» About this task
Check the material that follows and say how many lines include the string "JobTools", giving the number alone.
START Data listing
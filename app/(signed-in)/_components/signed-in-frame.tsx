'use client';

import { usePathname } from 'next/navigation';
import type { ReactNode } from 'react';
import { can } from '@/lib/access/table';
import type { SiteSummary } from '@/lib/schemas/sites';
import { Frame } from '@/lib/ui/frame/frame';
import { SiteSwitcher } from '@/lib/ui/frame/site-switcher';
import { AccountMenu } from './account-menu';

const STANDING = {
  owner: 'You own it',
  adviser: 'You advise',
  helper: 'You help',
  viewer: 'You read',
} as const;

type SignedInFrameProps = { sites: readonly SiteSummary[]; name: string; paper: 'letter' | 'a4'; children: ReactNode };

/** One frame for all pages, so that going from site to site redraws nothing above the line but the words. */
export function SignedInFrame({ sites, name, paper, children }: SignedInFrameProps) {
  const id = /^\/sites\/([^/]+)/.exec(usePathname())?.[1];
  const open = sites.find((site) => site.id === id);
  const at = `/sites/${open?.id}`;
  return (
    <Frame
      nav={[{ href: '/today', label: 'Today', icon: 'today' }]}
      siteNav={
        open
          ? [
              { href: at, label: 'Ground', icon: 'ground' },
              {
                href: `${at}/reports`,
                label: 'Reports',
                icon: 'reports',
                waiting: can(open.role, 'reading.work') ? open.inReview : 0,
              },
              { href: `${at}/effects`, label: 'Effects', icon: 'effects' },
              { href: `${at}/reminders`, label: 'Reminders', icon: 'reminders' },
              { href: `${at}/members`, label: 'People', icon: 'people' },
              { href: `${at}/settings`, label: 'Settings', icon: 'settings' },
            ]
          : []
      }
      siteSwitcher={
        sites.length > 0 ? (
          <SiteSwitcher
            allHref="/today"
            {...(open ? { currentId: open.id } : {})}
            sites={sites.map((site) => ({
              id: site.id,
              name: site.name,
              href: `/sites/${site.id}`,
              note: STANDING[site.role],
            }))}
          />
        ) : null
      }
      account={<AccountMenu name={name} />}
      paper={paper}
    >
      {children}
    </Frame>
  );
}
END Data listing
START Data listing
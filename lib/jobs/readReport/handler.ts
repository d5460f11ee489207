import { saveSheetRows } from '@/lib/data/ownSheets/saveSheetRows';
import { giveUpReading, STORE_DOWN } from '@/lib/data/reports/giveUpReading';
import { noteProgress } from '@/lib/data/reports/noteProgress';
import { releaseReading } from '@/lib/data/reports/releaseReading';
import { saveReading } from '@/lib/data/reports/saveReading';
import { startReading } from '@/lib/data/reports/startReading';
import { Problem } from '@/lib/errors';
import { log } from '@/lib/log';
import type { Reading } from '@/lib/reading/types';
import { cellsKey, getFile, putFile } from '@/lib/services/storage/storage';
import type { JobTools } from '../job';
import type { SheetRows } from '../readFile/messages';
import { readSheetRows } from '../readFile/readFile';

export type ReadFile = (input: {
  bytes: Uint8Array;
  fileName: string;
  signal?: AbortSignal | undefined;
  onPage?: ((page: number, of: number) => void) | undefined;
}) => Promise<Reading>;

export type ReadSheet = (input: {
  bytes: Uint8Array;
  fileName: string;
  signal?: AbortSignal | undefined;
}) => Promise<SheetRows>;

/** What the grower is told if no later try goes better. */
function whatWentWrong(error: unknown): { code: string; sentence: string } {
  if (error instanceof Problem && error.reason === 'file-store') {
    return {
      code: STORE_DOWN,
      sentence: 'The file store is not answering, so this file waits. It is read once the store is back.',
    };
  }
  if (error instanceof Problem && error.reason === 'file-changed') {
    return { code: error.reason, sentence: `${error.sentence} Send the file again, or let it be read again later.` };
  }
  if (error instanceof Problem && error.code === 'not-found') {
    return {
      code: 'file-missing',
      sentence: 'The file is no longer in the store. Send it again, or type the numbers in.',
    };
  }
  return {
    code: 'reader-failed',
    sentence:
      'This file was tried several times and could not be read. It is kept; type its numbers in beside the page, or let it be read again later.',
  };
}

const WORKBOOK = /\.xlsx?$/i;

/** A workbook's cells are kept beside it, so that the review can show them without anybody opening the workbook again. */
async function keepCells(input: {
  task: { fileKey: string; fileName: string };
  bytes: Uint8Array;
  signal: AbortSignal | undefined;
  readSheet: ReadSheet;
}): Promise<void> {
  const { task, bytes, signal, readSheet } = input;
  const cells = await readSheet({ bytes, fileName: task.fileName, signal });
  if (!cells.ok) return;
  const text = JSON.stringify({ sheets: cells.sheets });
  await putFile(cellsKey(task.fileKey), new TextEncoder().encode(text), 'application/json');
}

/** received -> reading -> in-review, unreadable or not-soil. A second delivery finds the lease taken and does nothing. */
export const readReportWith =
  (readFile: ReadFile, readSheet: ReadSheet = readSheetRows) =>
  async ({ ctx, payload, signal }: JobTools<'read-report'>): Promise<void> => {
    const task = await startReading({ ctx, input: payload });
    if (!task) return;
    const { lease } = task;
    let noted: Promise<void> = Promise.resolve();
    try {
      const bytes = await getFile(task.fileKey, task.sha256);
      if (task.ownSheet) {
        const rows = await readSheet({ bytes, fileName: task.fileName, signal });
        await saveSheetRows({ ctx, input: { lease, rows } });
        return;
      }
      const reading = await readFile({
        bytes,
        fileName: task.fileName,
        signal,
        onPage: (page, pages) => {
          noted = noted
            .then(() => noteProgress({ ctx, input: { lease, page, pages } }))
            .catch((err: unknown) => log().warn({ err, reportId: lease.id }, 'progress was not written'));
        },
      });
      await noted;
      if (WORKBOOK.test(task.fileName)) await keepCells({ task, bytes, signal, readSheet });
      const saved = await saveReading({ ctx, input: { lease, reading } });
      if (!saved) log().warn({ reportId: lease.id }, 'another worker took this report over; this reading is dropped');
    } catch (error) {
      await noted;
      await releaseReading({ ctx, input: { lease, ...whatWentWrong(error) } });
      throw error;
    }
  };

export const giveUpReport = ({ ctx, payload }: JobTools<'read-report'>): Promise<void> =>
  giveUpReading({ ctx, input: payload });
END Data listing
» Answer for this exercise
3